The pandemic exacerbated this shortage and highlighted our need to better understand the drivers of workforce turnover. There are many factors. Our ambulance crews are suffering under the grind of surging demand, burnout, fear of getting sick and stresses on their families. In addition, with COVID-19 halting clinical and in-person trainings for a long period of time, our pipeline for staff is stretched even more.
The challenge is to make sure that the paramedics and EMTs of the future know that EMS is a rewarding destination. Many healthcare providers have extensive professional development resources, but that simply does not exist for EMS. COVID-19 has put additional pressures on the health care system and added another layer of complexity to the emergency response infrastructure.
Fortunately, there are immediate and long-term solutions. Although the provider relief funds are essential and helpful to address the challenges of the pandemic, we need funding for EMS that addresses paramedic and EMT training, recruitment, and advancement more directly. The Congress can provide specific direction and funds to the Health Resources and Services Administration (HRSA) to help solve this workforce crisis. Those funds can be used to pay for critical training and professional development programs. Some of our members have already begun offering programs and would benefit from additional funding support from HRSA. Funding public-private partnerships between community colleges and private employers to increase the applicant pool and training and employment numbers through grants could overcome the staffing deficit we face.
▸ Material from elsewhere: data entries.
import type { SubjectEntry } from '@/db/queries/logbook'
import { formatMoney } from '@/lib/format'
import type { FeeEvent } from './feeEvents'

type Facts = Record<string, unknown>

const factsOf = (value: unknown): Facts =>
  typeof value === 'object' && value !== null ? (value as Facts) : {}

const text = (value: unknown): string =>
  typeof value === 'string' || typeof value === 'number' ? String(value) : ''

const disputeWords: Record<string, string> = {
  'ask-again': 'Lost dispute: the fee is asked for again',
  waive: 'Lost dispute: the fee is waived',
  withdraw: 'Lost dispute: the proposal is withdrawn',
  accept: 'Lost dispute: the loss is taken',
}

type Told = readonly [words: string, tone?: FeeEvent['tone']]

/** What each entry of the logbook means for a fee; a sentence of the amount, the numbers and the reason given. */
const told: Record<string, (after: Facts, before: Facts, amount: string) => Told> = {
  'proposal.send': () => ['Proposal sent', 'settled'],
  'proposal.reopen': () => ['Proposal reopened'],
  'proposal.withdraw': (after) => [`Proposal withdrawn: ${text(after.reason)}`, 'refused'],
  'proposal.lapse': () => ['Not settled within the grace: the proposal lapsed', 'refused'],
  'fee.pay': (after, _, amount) => [
    after.meaning === 'settles the fee'
      ? `${amount} paid; receipt ${text(after.receipt)}`
      : `${amount} ${text(after.meaning)}; receipt ${text(after.receipt)}, and it goes back`,
    'settled',
  ],
  'fee.ask-waiver': () => ['A waiver was asked for'],
  'fee.decide-waiver': (after) =>
    after.decision === 'granted'
      ? ['Waiver granted', 'settled']
      : [`Waiver refused: ${text(after.note)}`, 'refused'],
  'fee.invoice': (after, _, amount) => [
    `Invoice ${text(after.invoice)} over ${amount} to ${text(after.institute)}`,
  ],
  'fee.settle-invoice': (after, before, amount) => [
    `${amount} reached the bank on invoice ${text(before.invoice)}; ${text(after.bank)}`,
    'settled',
  ],
  'fee.cancel-invoice': (after, before) => [
    `Invoice ${text(before.invoice)} taken back by credit note ${text(after.creditNote)}: ${text(after.reason)}`,
  ],
  'fee.decide-refund': (after, _, amount) => [`Refund of ${amount} decided: ${text(after.reason)}`],
  'fee.refund': (after, _, amount) =>
    after.state === 'failed'
      ? [`Refund of ${amount} failed: ${text(after.failure) || 'the firm gives no reason'}`, 'refused']
      : [`${amount} given back; credit note ${text(after.creditNote)}`, 'settled'],
  'fee.dispute': (after, _, amount) =>
    after.state === 'open'
      ? [`The card holder disputes ${amount} with the bank`, 'refused']
      : after.state === 'won'
        ? [`Dispute over ${amount} won`, 'settled']
        : [`Dispute over ${amount} lost`, 'refused'],
  'fee.decide-dispute': (after, _, amount) => [
    `${disputeWords[text(after.decision)] ?? 'Dispute decided'}, ${amount}: ${text(after.note)}`,
  ],
  'fee.remind': () => ['Reminder written'],
  'fee.reconcile': (after) => [
    `Held against the firm’s list: ${text(after.repaired) || text(after.difference)}`,
  ],
}

/** An entry of the logbook as an event of a fee; null where it has nothing to do with it. */
export function loggedEvent(entry: SubjectEntry, currency: string): FeeEvent | null {
  const after = factsOf(entry.after)
  const amount =
    typeof after.amountMinor === 'number' ? formatMoney(after.amountMinor, currency) : 'The amount'
  const found = told[entry.action]?.(after, factsOf(entry.before), amount)
  if (!found) return null
  const [words, tone = 'plain'] = found
  // A notice may arrive in somebody's own request; the firm, not they, did it.
  const who = entry.actingAs === 'payment firm' || entry.actingAs === 'clock' ? null : entry.name
  return { at: entry.at, words, who, tone }
}
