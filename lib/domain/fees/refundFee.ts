import { disputesOfFee } from '@/db/queries/disputes'
import { lockFeeOf, updateFee } from '@/db/queries/fees'
import { invoicesOfFee } from '@/db/queries/invoices'
import { paymentsOf } from '@/db/queries/payments'
import { refundsOfFee } from '@/db/queries/refunds'
import { authorize } from '@/lib/auth/authorize'
import { refuse } from '@/lib/errors'
import { formatMoney } from '@/lib/format'
import type { ActingContext } from '../context'
import { inTransaction } from '../inTransaction'
import { writeLogbook } from '../logbook/writeLogbook'
import { decideRefund } from './decideRefund'
import { isGivenBackWhole } from './isGivenBackWhole'
import { isSurplusPayment } from './isSurplusPayment'
import { moneyAmount } from './moneyAmount'
import { mayHandleFees } from './policy'
import { refundFrom, sourcesOf, whyNoRefund } from './refundRules'
import { tryRefunds } from './tryRefunds'

export interface RefundFeeInput {
  reference: string
  /** As typed, in the currency of the fee. */
  amount: string
  reason: string
  /** What had been given back when the page was read: of two who press at once, one goes through. */
  givenBackMinor: number
}

/** Gives back a fee, whole or in part. It is decided under the lock of the fee; the firm is asked afterwards. */
export async function refundFee(ctx: ActingContext, input: RefundFeeInput): Promise<{ amount: string }> {
  authorize(mayHandleFees(ctx.actor))
  const amount = await inTransaction(ctx, (tx) => decide(tx, input))
  await tryRefunds(ctx)
  return { amount }
}

async function decide(tx: ActingContext, input: RefundFeeInput): Promise<string> {
  const fee = await lockFeeOf(tx.db, input.reference)
  if (!fee) throw refuse.notFound('fee')
  const refunds = await refundsOfFee(tx.db, fee.id)
  const sources = sourcesOf({
    payments: await paymentsOf(tx.db, fee.id),
    invoices: await invoicesOfFee(tx.db, fee.id),
    refunds,
    disputes: await disputesOfFee(tx.db, fee.id),
  })
  const given = sources.reduce((total, { givenBackMinor }) => total + givenBackMinor, 0)
  if (given !== input.givenBackMinor)
    throw refuse.closed(
      `${formatMoney(given, fee.currency)} stands as given back by now. Load the page again before you give back more.`,
    )
  const wishMinor = moneyAmount(input.amount, fee.currency)
  if (typeof wishMinor === 'string') throw refuse.field('amount', wishMinor)
  const source = refundFrom(sources)
  const why = whyNoRefund(source, wishMinor, fee.currency)
  if (why || !source) throw refuse.field('amount', why ?? 'Nothing was paid.')

  const id = await decideRefund(tx, fee, {
    of: source.of,
    amountMinor: wishMinor,
    isSurplus: 'paymentId' in source.of && (await isSurplusPayment(tx, source.of.paymentId)),
    reason: input.reason,
  })
  if (fee.state === 'paid' && isGivenBackWhole(fee, await refundsOfFee(tx.db, fee.id)))
    await updateFee(tx.db, fee, 'refunded')
  await writeLogbook(tx, {
    action: 'fee.decide-refund',
    subject: { kind: 'proposal', id: input.reference },
    actingAs: 'office',
    before: { givenBackMinor: given },
    after: { refund: id, amountMinor: wishMinor, currency: fee.currency, reason: input.reason },
  })
  return formatMoney(wishMinor, fee.currency)
}
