import { unfinishedPayments } from '@/db/queries/payments'
import { Refusal } from '@/lib/errors'
import type { Context } from '../context'
import { applyFirmState } from './applyFirmState'
import { justCheckout } from './readFirmState'
import { carryOutRefunds } from './carryOutRefunds'

const batch = 50

export interface ReconcileReport {
  settled: number
  unanswered: number
  refunded: number
}

/** Asks after every payment that is open, since a notice may never come, and carries out refunds that wait. */
export async function reconcilePayments(ctx: Context): Promise<ReconcileReport> {
  const report: ReconcileReport = { settled: 0, unanswered: 0, refunded: 0 }
  for (const payment of await unfinishedPayments(ctx.db, batch)) {
    if (!payment.provider_session_id) continue
    try {
      const checkout = await ctx.payments.readCheckout(payment.provider_session_id)
      await applyFirmState(ctx, payment.id, justCheckout(checkout))
      if (checkout.isPaid) report.settled += 1
    } catch (error) {
      if (!(error instanceof Refusal)) throw error
      report.unanswered += 1
    }
  }
  report.refunded = (await carryOutRefunds(ctx)).made
  return report
}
In addition, more immediately targeting funds for EMS retention could address the shortage we are experiencing day to day. To help ambulance services retain paramedics and EMTs, we request funds through HRSA to be paid directly to paramedics and EMTs. These earmarked funds could be distributed to each state with specific guidance that the State Offices of EMS distribute the funds to all ground ambulance services using a proportional formula (per field medic).
With capitated payments by federal payors, there are limited funds to transfer into workforce initiatives. Increasing Medicare payments temporarily would be meaningful to compete with other employers and other jobs. This could help infuse additional funds into the workforce and create innovative staffing models that take into account hospital bed shortages and overflow.
The workforce shortage crisis facing EMS spans several potential Committees of jurisdiction. This critical shortage is particularly felt in many of our rural and underserved communities. As Congress moves on the steps we have outlined above, we also urge you to organize hearings in the appropriate Committees to develop long-term solutions and focus the country’s attention on these urgent issues.
Thank you in advance for continuing to ensure that our frontline responders have the resources necessary to continue caring for our patients in their greatest moment of need, while maintaining the long-term viability of our nation’s EMS system.